Ramstein Guillaume P, Casler Michael D
Department of Agronomy, University of Wisconsin-Madison, Madison, WI 53706
Department of Agronomy, University of Wisconsin-Madison, Madison, WI 53706.
G3 (Bethesda). 2019 Mar 7;9(3):789-805. doi: 10.1534/g3.118.200969.
Genomic prediction is a useful tool to accelerate genetic gain in selection using DNA marker information. However, this technology typically relies on standard prediction procedures, such as genomic BLUP, that are not designed to accommodate population heterogeneity resulting from differences in marker effects across populations. In this study, we assayed different prediction procedures to capture marker-by-population interactions in genomic prediction models. Prediction procedures included genomic BLUP and two kernel-based extensions of genomic BLUP which explicitly accounted for population heterogeneity. To model population heterogeneity, dissemblance between populations was either depicted by a unique coefficient (as previously reported), or a more flexible function of genetic distance between populations (proposed herein). Models under investigation were applied in a diverse switchgrass sample under two validation schemes: whole-sample calibration, where all individuals except selection candidates are included in the calibration set, and cross-population calibration, where the target population is entirely excluded from the calibration set.

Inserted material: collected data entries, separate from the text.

package org.echotrellis.image;

/**
 * Complex discrete Fourier transform of any length: a recursive mixed-radix Cooley–Tukey FFT
 * (Cooley &amp; Tukey, Math. Comp. 19:297, 1965) that splits by the smallest prime factor and does
 * a plain DFT for a prime length. Cost O(L·Σ pᵢ) for L = ∏ pᵢ: O(L log L) for lengths with small
 * factors (the usual 2ᵃ·3ᵇ·5ᶜ line counts), O(L²) for a prime L. Not a hot path (the phantom image
 * and the per-tissue PSF); it allocates work arrays per call.
 */
final class Dft {
    private Dft() { }

    /**
     * In-place transform X[k] = Σⱼ x[j]·exp(∓i·2π·j·k/L), without scaling.
     *
     * @param re real parts, length L (overwritten with the result)
     * @param im imaginary parts, length L (overwritten)
     * @param inverse true for the + sign (inverse direction, still unscaled)
     */
    public static void transform(double[] re, double[] im, boolean inverse) {
        int n = re.length;
        if (im.length != n) {
            throw new IllegalArgumentException("real and imaginary lengths differ: " + n + " vs " + im.length);
        }
        if (n <= 1) {
            return;
        }
        double[] c = new double[n];
        double[] s = new double[n];
        double sign = inverse ? 1 : -1;
        for (int i = 0; i < n; i++) {
            double a = 2 * Math.PI * i / n;
            c[i] = Math.cos(a);
            s[i] = sign * Math.sin(a);
        }
        double[] outRe = new double[n];
        double[] outIm = new double[n];
        fft(re, im, 0, 1, n, outRe, outIm, 0, c, s);
        System.arraycopy(outRe, 0, re, 0, n);
        System.arraycopy(outIm, 0, im, 0, n);
    }

    /**
     * Transforms the m inputs in[off + stride·q] into out[o … o+m−1]; c and s tabulate the twiddles
     * of the full length n = c.length (a length-m root of unity is every (n/m)-th entry).
     */
    private static void fft(double[] inRe, double[] inIm, int off, int stride, int m, double[] outRe, double[] outIm,
                            int o, double[] c, double[] s) {
        if (m == 1) {
            outRe[o] = inRe[off];
            outIm[o] = inIm[off];
            return;
        }
        int n = c.length;
        int step = n / m;
        int p = smallestFactor(m);
        if (p == m) {                                   // prime length: plain DFT
            for (int k = 0; k < m; k++) {
                double sr = 0;
                double si = 0;
                for (int j = 0; j < m; j++) {
                    int t = (int) ((long) j * k % m) * step;
                    double xr = inRe[off + stride * j];
                    double xi = inIm[off + stride * j];
                    sr += xr * c[t] - xi * s[t];
                    si += xr * s[t] + xi * c[t];
                }
                outRe[o + k] = sr;
                outIm[o + k] = si;
            }
            return;
        }
        int q = m / p;
        for (int r = 0; r < p; r++) {                   // Y_r = DFT of the r-th decimated subsequence
            fft(inRe, inIm, off + stride * r, stride * p, q, outRe, outIm, o + r * q, c, s);
        }
        double[] yr = new double[p];
        double[] yi = new double[p];
        for (int k = 0; k < q; k++) {                   // X[k + q·t] = Σ_r W_m^{r(k+qt)} · Y_r[k]
            for (int r = 0; r < p; r++) {
                yr[r] = outRe[o + r * q + k];
                yi[r] = outIm[o + r * q + k];
            }
            for (int t = 0; t < p; t++) {
                int kk = k + q * t;
                double sr = 0;
                double si = 0;
                for (int r = 0; r < p; r++) {
                    int w = (int) ((long) r * kk % m) * step;
                    sr += yr[r] * c[w] - yi[r] * s[w];
                    si += yr[r] * s[w] + yi[r] * c[w];
                }
                outRe[o + kk] = sr;
                outIm[o + kk] = si;
            }
        }
    }

    private static int smallestFactor(int m) {
        if (m % 2 == 0) {
            return 2;
        }
        for (int f = 3; (long) f * f <= m; f += 2) {
            if (m % f == 0) {
                return f;
            }
        }
        return m;
    }
}
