/**
 * From echo train to image for segmented fast spin echo: k-space ordering of the echoes
 * ({@link org.echotrellis.image.KSpaceOrdering}), per-tissue k-space weights, effective echo time,
 * the point-spread function and its figures ({@link org.echotrellis.image.PointSpread},
 * {@link org.echotrellis.image.PsfKernel}), tissue contrast and CNR
 * ({@link org.echotrellis.image.FseImaging}), and the image of a labelled phantom
 * ({@link org.echotrellis.image.PhantomImager}). One phase-encoding direction; no motion, T2* or
 * off-resonance during the read-out (Busse et al., MRM 55:1030, 2006; Mugler, JMRI 39:745, 2014).
 *
 * <p>Records in, records out, flat arrays in the loops. This package may use
 * {@code org.echotrellis.epg} and {@code org.echotrellis.sequence}; it must not import {@code io},
 * {@code plot}, {@code cli}, {@code fit}, {@code pathway} or {@code design} (design reads it).
 */
package org.echotrellis.image;
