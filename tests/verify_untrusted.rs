//! `hadal verify` on manifests written by someone else (issue 16), through
//! the real binary.
//!
//! A manifest names the files to read. Every path in it must be a plain
//! relative path (H0802) inside the project root it records, which must
//! hold the manifest (H0803), also after following symbolic links (H0804);
//! the scenario that runs must be one of the hash-checked inputs (H0807)
//! and runs from the bytes that were checked, reading no other file.
//! Anything else is refused before any file it names is opened.
//!
//! Each hostile case puts a file with a marker line outside the project and
//! asserts that neither the marker nor the file's hash shows up in what
//! hadal prints.

use std::path::{Path, PathBuf};
use std::process::{Command, Output, Stdio};
use std::time::{Duration, Instant};

use serde_json::Value;

const SCENARIO: &str = "\
scenario repro \"a small exchange model\"
span 2 Ga to 0 Ga
report every 100 Myr
include \"lib/rates.hadal\"
table forcing = \"data/forcing.csv\" (Ga, 1/Gyr)
reservoir a = 1e21 kg
reservoir b = 1e20 kg
flux ab: a -> b = k * a
flux ba: b -> a = forcing(age) * b
output total = a + b
stage one from 2 Ga to 1 Ga
stage two from 1 Ga to 0 Ga
";
const RATES: &str = "param k = 0.5 / 1 Gyr\n";
const FORCING: &str = "age,rate\n0,0.2\n1,0.1\n2,0.3\n";

/// Printed by a diagnostic if an outside file were ever parsed.
const MARKER: &str = "OUTSIDE_MARKER_51c7";
/// A scenario outside the project: it checks up to a broken line holding
/// the marker, which a diagnostic would quote.
const EVIL: &str = "\
scenario evil
span 1 Ga to 0 Ga
report every 100 Myr
reservoir a = 1e21 kg
let OUTSIDE_MARKER_51c7 = = 3
stage all from 1 Ga to 0 Ga
";
const SECRET_CSV: &str = "age,OUTSIDE_MARKER_51c7\n0,1\n1,2\n";

/// `base/project` (a versioned project with one finished run in
/// `outputs/repro`) and `base/outside` (files a manifest must not reach).
struct Tree {
    _tmp: tempfile::TempDir,
    base: PathBuf,
    project: PathBuf,
}

impl Tree {
    fn manifest(&self) -> PathBuf {
        self.project.join("outputs/repro/manifest.json")
    }

    fn read_manifest(&self) -> Value {
        serde_json::from_slice(&std::fs::read(self.manifest()).unwrap()).unwrap()
    }

    fn write_manifest(&self, v: &Value) {
        std::fs::write(self.manifest(), serde_json::to_vec_pretty(v).unwrap()).unwrap();
    }

    /// Edit the manifest in place.
    fn edit(&self, f: impl FnOnce(&mut Value)) {
        let mut v = self.read_manifest();
        f(&mut v);
        self.write_manifest(&v);
    }

    fn verify(&self) -> Output {
        hadal(&self.project, &["verify", "outputs/repro/manifest.json"])
    }
}

fn tree() -> Tree {
    let tmp = tempfile::tempdir().unwrap();
    let base = std::fs::canonicalize(tmp.path()).unwrap();
    let project = base.join("project");
    std::fs::create_dir_all(project.join(".git")).unwrap();
    std::fs::create_dir_all(project.join("scenarios/data")).unwrap();
    std::fs::create_dir_all(project.join("scenarios/lib")).unwrap();
    std::fs::write(project.join("scenarios/repro.hadal"), SCENARIO).unwrap();
    std::fs::write(project.join("scenarios/lib/rates.hadal"), RATES).unwrap();
    std::fs::write(project.join("scenarios/data/forcing.csv"), FORCING).unwrap();
    std::fs::create_dir_all(base.join("outside")).unwrap();
    std::fs::write(base.join("outside/evil.hadal"), EVIL).unwrap();
    std::fs::write(base.join("outside/secret.csv"), SECRET_CSV).unwrap();
    let o = hadal(
        &project,
        &[
            "run",
            "scenarios/repro.hadal",
            "--out",
            "outputs/repro",
            "--no-plots",
        ],
    );
    assert!(o.status.success(), "{}", String::from_utf8_lossy(&o.stderr));
    Tree {
        _tmp: tmp,
        base,
        project,
    }
}

fn hadal(dir: &Path, args: &[&str]) -> Output {
    Command::new(env!("CARGO_BIN_EXE_hadal"))
        .current_dir(dir)
        .args(args)
        .env("NO_COLOR", "1")
        .env("HADAL_CACHE", dir.join(".cache"))
        .output()
        .unwrap()
}

/// Run hadal, killing it if it has not finished within `limit`.
fn hadal_within(dir: &Path, args: &[&str], limit: Duration) -> Option<Output> {
    let mut child = Command::new(env!("CARGO_BIN_EXE_hadal"))
        .current_dir(dir)
        .args(args)
        .env("NO_COLOR", "1")
        .stdout(Stdio::piped())
        .stderr(Stdio::piped())
        .spawn()
        .unwrap();
    let start = Instant::now();
    while start.elapsed() < limit {
        if child.try_wait().unwrap().is_some() {
            return Some(child.wait_with_output().unwrap());
        }
        std::thread::sleep(Duration::from_millis(20));
    }
    let _ = child.kill();
    let _ = child.wait();
    None
}

fn blake3_hex(b: &[u8]) -> String {
    blake3::hash(b).to_hex().to_string()
}

/// Everything printed, with the diagnostics' wrapped lines joined (miette
/// wraps at 100 columns) and runs of spaces folded.
fn text(o: &Output) -> String {
    let raw = format!(
        "{}{}",
        String::from_utf8_lossy(&o.stdout),
        String::from_utf8_lossy(&o.stderr)
    );
    let words: Vec<&str> = raw
        .lines()
        .map(|l| l.trim_start_matches([' ', '│']))
        .flat_map(|l| l.split(' '))
        .filter(|w| !w.is_empty())
        .collect();
    words.join(" ")
}

/// Nothing of the outside files reached the output: not their lines, not
/// their hashes.
fn nothing_leaked(o: &Output) {
    let all = text(o) + &String::from_utf8_lossy(&o.stderr);
    assert!(!all.contains(MARKER), "an outside line was printed:\n{all}");
    for secret in [EVIL, SECRET_CSV] {
        let h = blake3_hex(secret.as_bytes());
        assert!(
            !all.contains(&h[..16]),
            "the hash of an outside file was printed:\n{all}"
        );
    }
}

/// Point the manifest's scenario (and its input entry) at `path`, with
/// the hash of `content`, as an attacker who wrote that file would.
fn swap_scenario(v: &mut Value, path: &str, content: &str) {
    let old = v["compared"]["scenario"]["path"]
        .as_str()
        .unwrap()
        .to_owned();
    v["compared"]["scenario"]["path"] = path.into();
    for i in v["compared"]["inputs"].as_array_mut().unwrap() {
        if i["path"] == old.as_str() {
            i["path"] = path.into();
            i["blake3"] = blake3_hex(content.as_bytes()).into();
            i["bytes"] = content.len().into();
        }
    }
}

fn refused(o: &Output, code: &str, exit: i32) -> String {
    let all = text(o);
    assert_eq!(o.status.code(), Some(exit), "{all}");
    assert!(all.contains(code), "expected {code}:\n{all}");
    assert!(all.contains("help:"), "{all}");
    assert!(!all.contains("ok repro"), "{all}");
    nothing_leaked(o);
    all
}

#[test]
fn the_run_as_written_verifies() {
    let t = tree();
    let o = t.verify();
    assert_eq!(o.status.code(), Some(0), "{}", text(&o));
    assert!(text(&o).contains("ok repro"));
}

#[test]
fn an_absolute_scenario_path_is_refused_before_anything_is_opened() {
    let t = tree();
    let evil = t.base.join("outside/evil.hadal");
    t.edit(|v| swap_scenario(v, evil.to_str().unwrap(), EVIL));
    let all = refused(&t.verify(), "H0802", 2);
    assert!(all.contains("at /compared/scenario/path"), "{all}");
    assert!(all.contains("is absolute"), "{all}");
}

#[test]
fn a_scenario_path_climbing_out_with_dotdot_is_refused() {
    let t = tree();
    t.edit(|v| swap_scenario(v, "../outside/evil.hadal", EVIL));
    let all = refused(&t.verify(), "H0802", 2);
    assert!(all.contains("has a `..` component"), "{all}");
    assert!(all.contains("at /compared/inputs/"), "{all}");
}

#[cfg(unix)]
#[test]
fn a_scenario_reached_through_a_symlink_out_of_the_project_is_refused() {
    let t = tree();
    std::os::unix::fs::symlink(
        t.base.join("outside/evil.hadal"),
        t.project.join("scenarios/link.hadal"),
    )
    .unwrap();
    t.edit(|v| swap_scenario(v, "scenarios/link.hadal", EVIL));
    let all = refused(&t.verify(), "H0804", 2);
    assert!(all.contains("leads outside the project root"), "{all}");
}

#[test]
fn an_input_outside_the_root_is_refused_without_reporting_its_size_or_hash() {
    let t = tree();
    t.edit(|v| {
        v["compared"]["inputs"]
            .as_array_mut()
            .unwrap()
            .push(serde_json::json!({
                "path": "../outside/secret.csv",
                "blake3": "0".repeat(64),
                "bytes": 1,
            }));
    });
    let o = t.verify();
    let all = refused(&o, "H0802", 2);
    assert!(
        !all.contains(&format!("{} bytes", SECRET_CSV.len())),
        "{all}"
    );
}

#[cfg(unix)]
#[test]
fn an_input_that_is_a_symlink_out_of_the_project_is_refused() {
    let t = tree();
    std::os::unix::fs::symlink(
        t.base.join("outside/secret.csv"),
        t.project.join("scenarios/data/leak.csv"),
    )
    .unwrap();
    t.edit(|v| {
        v["compared"]["inputs"]
            .as_array_mut()
            .unwrap()
            .push(serde_json::json!({
                "path": "scenarios/data/leak.csv",
                "blake3": "0".repeat(64),
                "bytes": 1,
            }));
    });
    refused(&t.verify(), "H0804", 2);
}

#[test]
fn a_project_root_that_does_not_hold_the_manifest_is_refused() {
    // Absolute: the root would be wherever the manifest says.
    let t = tree();
    let outside = t.base.join("outside");
    t.edit(|v| {
        v["run"]["project_root_from_manifest"] = outside.to_str().unwrap().into();
        swap_scenario(v, "evil.hadal", EVIL);
    });
    let all = refused(&t.verify(), "H0802", 2);
    assert!(all.contains("at /run/project_root_from_manifest"), "{all}");

    // Down and sideways: not a folder above the manifest.
    let t = tree();
    t.edit(|v| {
        v["run"]["project_root_from_manifest"] = "../../../outside".into();
        swap_scenario(v, "evil.hadal", EVIL);
    });
    let all = refused(&t.verify(), "H0803", 2);
    assert!(all.contains("is not `.` or a chain of `..`"), "{all}");

    // Above the versioned project that holds the manifest: the reviewer's
    // other folders would be inside such a root.
    let t = tree();
    t.edit(|v| {
        v["run"]["project_root_from_manifest"] = "../../..".into();
        swap_scenario(v, "outside/evil.hadal", EVIL);
    });
    let all = refused(&t.verify(), "H0803", 2);
    assert!(all.contains("lies above"), "{all}");
}

#[test]
fn malformed_paths_are_located_errors() {
    for (pointer, bad, why) in [
        ("/compared/scenario/path", "", "is empty"),
        (
            "/compared/scenario/path",
            "scenarios\u{0}/repro.hadal",
            "contains a NUL byte",
        ),
        (
            "/compared/scenario/path",
            "C:/Windows/repro.hadal",
            "starts with a drive prefix",
        ),
        (
            "/compared/scenario/path",
            "\\\\server\\share\\repro.hadal",
            "contains a backslash",
        ),
        (
            "/compared/outputs/0/path",
            "../../../outside/secret.csv",
            "has a `..` component",
        ),
        (
            "/compared/outputs/0/path",
            "sub/series.csv",
            "is not a plain file name",
        ),
        ("/run/project_root_from_manifest", "", "is empty"),
    ] {
        let t = tree();
        t.edit(|v| {
            let mut parts = pointer.split('/').skip(1).peekable();
            let mut at = &mut *v;
            while let Some(p) = parts.next() {
                if parts.peek().is_none() {
                    match p.parse::<usize>() {
                        Ok(i) => at[i] = bad.into(),
                        Err(_) => at[p] = bad.into(),
                    }
                    break;
                }
                at = match p.parse::<usize>() {
                    Ok(i) => &mut at[i],
                    Err(_) => &mut at[p],
                };
            }
        });
        let all = refused(&t.verify(), "H0802", 2);
        assert!(all.contains(&format!("at {pointer}")), "{pointer}: {all}");
        assert!(all.contains(why), "{pointer} {bad:?}: {all}");
    }
}

#[test]
fn a_scenario_whose_hash_does_not_match_runs_nothing() {
    let t = tree();
    // Same size, other content: only the hash can tell.
    std::fs::write(
        t.project.join("scenarios/repro.hadal"),
        SCENARIO.replace("output total = a + b", "output total = a +b "),
    )
    .unwrap();
    let o = t.verify();
    let all = refused(&o, "H0806", 1);
    assert!(
        all.contains("the scenario `scenarios/repro.hadal` differs from the one recorded"),
        "{all}"
    );
    assert!(all.contains("nothing was run"), "{all}");
    assert!(!all.contains("drift"), "{all}");
}

#[test]
fn a_scenario_that_is_not_a_recorded_input_does_not_run() {
    // Every input checks out, and the manifest names another scenario (one
    // with the same results, so that only the check can catch it).
    let t = tree();
    std::fs::write(
        t.project.join("scenarios/other.hadal"),
        format!("# not the recorded file\n{SCENARIO}"),
    )
    .unwrap();
    t.edit(|v| v["compared"]["scenario"]["path"] = "scenarios/other.hadal".into());
    let all = refused(&t.verify(), "H0807", 2);
    assert!(all.contains("is not one of the manifest's inputs"), "{all}");
}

First, we showed that using fixed effects, from principal components or putative population groups, appeared detrimental to prediction accuracy, especially in cross-population calibration. Then we showed that modeling population heterogeneity by our proposed procedure resulted in highly significant improvements in model fit. In such cases, gains in accuracy were often positive. These results suggest that population heterogeneity may be parsimoniously captured by kernel methods. However, in cases where improvement in model fit by our proposed procedure is null-to-moderate, ignoring heterogeneity should probably be preferred due to the robustness and simplicity of the standard genomic BLUP model.
基因组预测是利用DNA标记信息加速选择中遗传增益的一种有用工具。然而,这项技术通常依赖于标准预测程序,如基因组最佳线性无偏预测(genomic BLUP),这些程序并非设计用于适应因不同群体间标记效应差异而导致的群体异质性。在本研究中,我们分析了不同的预测程序,以捕捉基因组预测模型中标记与群体的相互作用。预测程序包括基因组BLUP以及基因组BLUP的两种基于核的扩展方法,它们明确考虑了群体异质性。为了对群体异质性进行建模,群体间的差异要么用一个独特的系数来描述(如先前报道),要么用群体间遗传距离的更灵活函数来描述(本文提出)。所研究的模型在两种验证方案下应用于一个多样化的柳枝稷样本:全样本校准,即将除选择候选个体之外的所有个体纳入校准集;跨群体校准,即将目标群体完全排除在校准集之外。首先,我们表明使用来自主成分或假定群体组的固定效应似乎对预测准确性不利,尤其是在跨群体校准中。然后我们表明,通过我们提出的程序对群体异质性进行建模会使模型拟合有显著改善。在这种情况下,准确性的提高往往是正向的。这些结果表明,群体异质性可以通过核方法简约地捕捉。然而,在我们提出的程序对模型拟合的改善为零到中等的情况下,由于标准基因组BLUP模型的稳健性和简单性,可能更倾向于忽略异质性。